# [Instructions for the task]
Give the number of lines in the following entries that contain the word "Option", with nothing added.

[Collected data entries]

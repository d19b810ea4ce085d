//! Which substance a row means, and how sure that is.

mod cells;
mod dates;
mod numbers;
mod structure;
mod words;

use std::fmt::Display;

use super::cell;
use crate::fault::{CellFault, CellFaultKind};
use crate::quantity::{is_missing, tidy};
use crate::substance::{CasNumber, Cited, EcNumber, Field, Identity, RowType, Substance, SubstanceType};
use crate::workbook::{CellContent, CellRef};
use cells::{CasCell, EcCell, Written, read_cas, read_ec};

/// How the identity cells of a row were read.
#[derive(Debug, Clone, PartialEq, Default)]
pub(super) struct IdentityCells {
    /// How the CAS number of the row stood in its cell.
    cas: Option<Written>,
    /// How the EC number of the row stood in its cell.
    ec: Option<Written>,
    several: Several,
    /// The CAS column and the EC column, where two cells of the row disagree.
    contradicted: Vec<Field>,
    /// A CAS number that stands in an EC column.
    misplaced_cas: Option<Cited<CasNumber>>,
    /// An EC number that stands in a CAS column.
    misplaced_ec: Option<Cited<EcNumber>>,
}

/// Whether the row speaks of more than one substance.
#[derive(Debug, Clone, Copy, PartialEq, Eq, Default)]
enum Several {
    #[default]
    No,
    /// A cell holds several numbers or says that they are several, or two cells disagree.
    Yes,
}

impl IdentityCells {
    /// Takes a cell of a CAS column.
    pub(super) fn take_cas(
        &mut self,
        substance: &mut Substance,
        content: &CellContent,
        cell: CellRef,
    ) -> Result<(), CellFaultKind> {
        let (value, how) = match read_cas(content).inspect_err(|fault| self.note_several(fault))? {
            CasCell::Missing => return Ok(()),
            CasCell::Mixture => {
                self.several = Several::Yes;
                return Ok(());
            }
            CasCell::Number(number, how) => (number, how),
            CasCell::Misplaced(value) => {
                self.misplaced_ec.get_or_insert(Cited { value, cell });
                return Err(CellFaultKind::NumberOfOtherKind { what: CAS_NUMBER, found: EC_NUMBER });
            }
        };
        if let Some(other) = substance.cas.as_ref().filter(|other| other.value != value) {
            return Err(self.contradiction(Field::CasNumber, CAS_NUMBER, other));
        }
        // A number as written confirms one from a date.
        self.cas = Some(self.cas.map_or(how, |before| before.min(how)));
        substance.cas.get_or_insert(Cited { value, cell });
        Ok(())
    }

    /// Takes a cell of an EC column.
    pub(super) fn take_ec(
        &mut self,
        substance: &mut Substance,
        content: &CellContent,
        cell: CellRef,
    ) -> Result<(), CellFaultKind> {
        let (value, how) = match read_ec(content).inspect_err(|fault| self.note_several(fault))? {
            EcCell::Missing => return Ok(()),
            EcCell::Mixture => {
                self.several = Several::Yes;
                return Ok(());
            }
            EcCell::Number(number, how) => (number, how),
            EcCell::Misplaced(value) => {
                self.misplaced_cas.get_or_insert(Cited { value, cell });
                return Err(CellFaultKind::NumberOfOtherKind { what: EC_NUMBER, found: CAS_NUMBER });
            }
        };
        if let Some(other) = substance.ec.as_ref().filter(|other| other.value != value) {
            return Err(self.contradiction(Field::EcNumber, EC_NUMBER, other));
        }
        self.ec = Some(self.ec.map_or(how, |before| before.min(how)));
        substance.ec.get_or_insert(Cited { value, cell });
        Ok(())
    }

    /// Takes a cell of a SMILES column.
    pub(super) fn take_smiles(
        &mut self,
        substance: &mut Substance,
        content: &CellContent,
        cell: CellRef,
    ) -> Result<(), CellFaultKind> {
        let smiles = structure::read_smiles(content).inspect_err(|fault| self.note_several(fault))?;
        if let Some(value) = smiles {
            substance.smiles = Some(Cited { value, cell });
        }
        Ok(())
    }

    /// Takes a cell of a column of InChI keys.
    pub(super) fn take_inchi_key(
        &mut self,
        substance: &mut Substance,
        content: &CellContent,
        cell: CellRef,
    ) -> Result<(), CellFaultKind> {
        let key = structure::read_inchi_key(content).inspect_err(|fault| self.note_several(fault))?;
        if let Some(value) = key {
            substance.inchi_key = Some(Cited { value, cell });
        }
        Ok(())
    }

    fn note_several(&mut self, fault: &CellFaultKind) {
        if matches!(fault, CellFaultKind::SeveralIdentities { .. } | CellFaultKind::MixtureRow) {
            self.several = Several::Yes;
        }
    }

    fn contradiction<T: Display>(
        &mut self,
        field: Field,
        what: &'static str,
        other: &Cited<T>,
    ) -> CellFaultKind {
        self.several = Several::Yes;
        self.contradicted.push(field);
        let (number, other) = (other.value.to_string(), other.cell.clone());
        CellFaultKind::OtherIdentity { what, number, other }
    }

    /// Sets how sure the identity of the row is.
    pub(super) fn conclude(mut self, substance: &mut Substance) {
        self.place_misplaced(substance);
        if self.contradicted.contains(&Field::CasNumber) {
            substance.cas = None;
        }
        if self.contradicted.contains(&Field::EcNumber) {
            substance.ec = None;
        }
        let is_mixture = match substance.row_type {
            RowType::Mixture | RowType::Article => true,
            RowType::Substance => false,
            RowType::NotStated => {
                let stated = substance.substance_type.as_ref().map(|cited| cited.value);
                stated == Some(SubstanceType::Mixture)
                    || substance.further_types.contains(&SubstanceType::Mixture)
            }
        };
        substance.identity = match self.several {
            Several::Yes => Identity::NotIdentified,
            Several::No if is_mixture => Identity::NotIdentified,
            Several::No => self.by_identifiers(substance),
        };
    }

    /// A number that was mended may be another one: a date or digits without hyphens pass a check digit by chance in
    /// one case of ten. Two such numbers, or one beside a number in full or a structure, agree.
    fn by_identifiers(&self, substance: &Substance) -> Identity {
        let has_structure = substance.smiles.is_some() || substance.inchi_key.is_some();
        match (self.cas, self.ec) {
            (_, _) if has_structure => Identity::Identified,
            (Some(Written::InFull), _) | (_, Some(Written::InFull)) | (Some(_), Some(_)) => {
                Identity::Identified
            }
            (Some(Written::AsDate), None) | (None, Some(Written::AsDate)) => Identity::RepairedDate,
            (Some(Written::Bare), None) | (None, Some(Written::Bare)) => Identity::BareNumber,
            (None, None) => Identity::NameAlone,
        }
    }

    /// A number in the other number's column names the row where nothing else does, and must not contradict one in
    /// its own column.
    fn place_misplaced(&mut self, substance: &mut Substance) {
        let (cas, ec) = (self.misplaced_cas.take(), self.misplaced_ec.take());
        if let Some((own, found)) = substance.cas.as_ref().zip(cas.as_ref())
            && own.value != found.value
        {
            let kind = self.contradiction(Field::CasNumber, CAS_NUMBER, own);
            substance.faults.push(fault_at(found, kind));
        }
        if let Some((own, found)) = substance.ec.as_ref().zip(ec.as_ref())
            && own.value != found.value
        {
            let kind = self.contradiction(Field::EcNumber, EC_NUMBER, own);
            substance.faults.push(fault_at(found, kind));
        }
        let named = substance.cas.is_some()
            || substance.ec.is_some()
            || substance.smiles.is_some()
            || substance.inchi_key.is_some();
        if !named {
            self.cas = cas.as_ref().map(|_| Written::InFull);
            self.ec = ec.as_ref().map(|_| Written::InFull);
            substance.cas = cas;
            substance.ec = ec;
        }
    }
}

const CAS_NUMBER: &str = "CAS number";
const EC_NUMBER: &str = "EC number";

fn fault_at<T: Display>(found: &Cited<T>, kind: CellFaultKind) -> CellFault {
    CellFault { cell: found.cell.clone(), found: found.value.to_string(), kind }
}

/// A name or formula as written. `Na`, `Nb` and `Nd` are elements and no words for missing.
pub(super) fn read_name(content: &CellContent) -> Option<String> {
    let text = cell::text_of(content)?;
    let is_element = matches!(text.as_str(), "Na" | "Nb" | "Nd");
    (is_element || !is_missing(&tidy(&text))).then_some(text)
}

# [Task answer]
5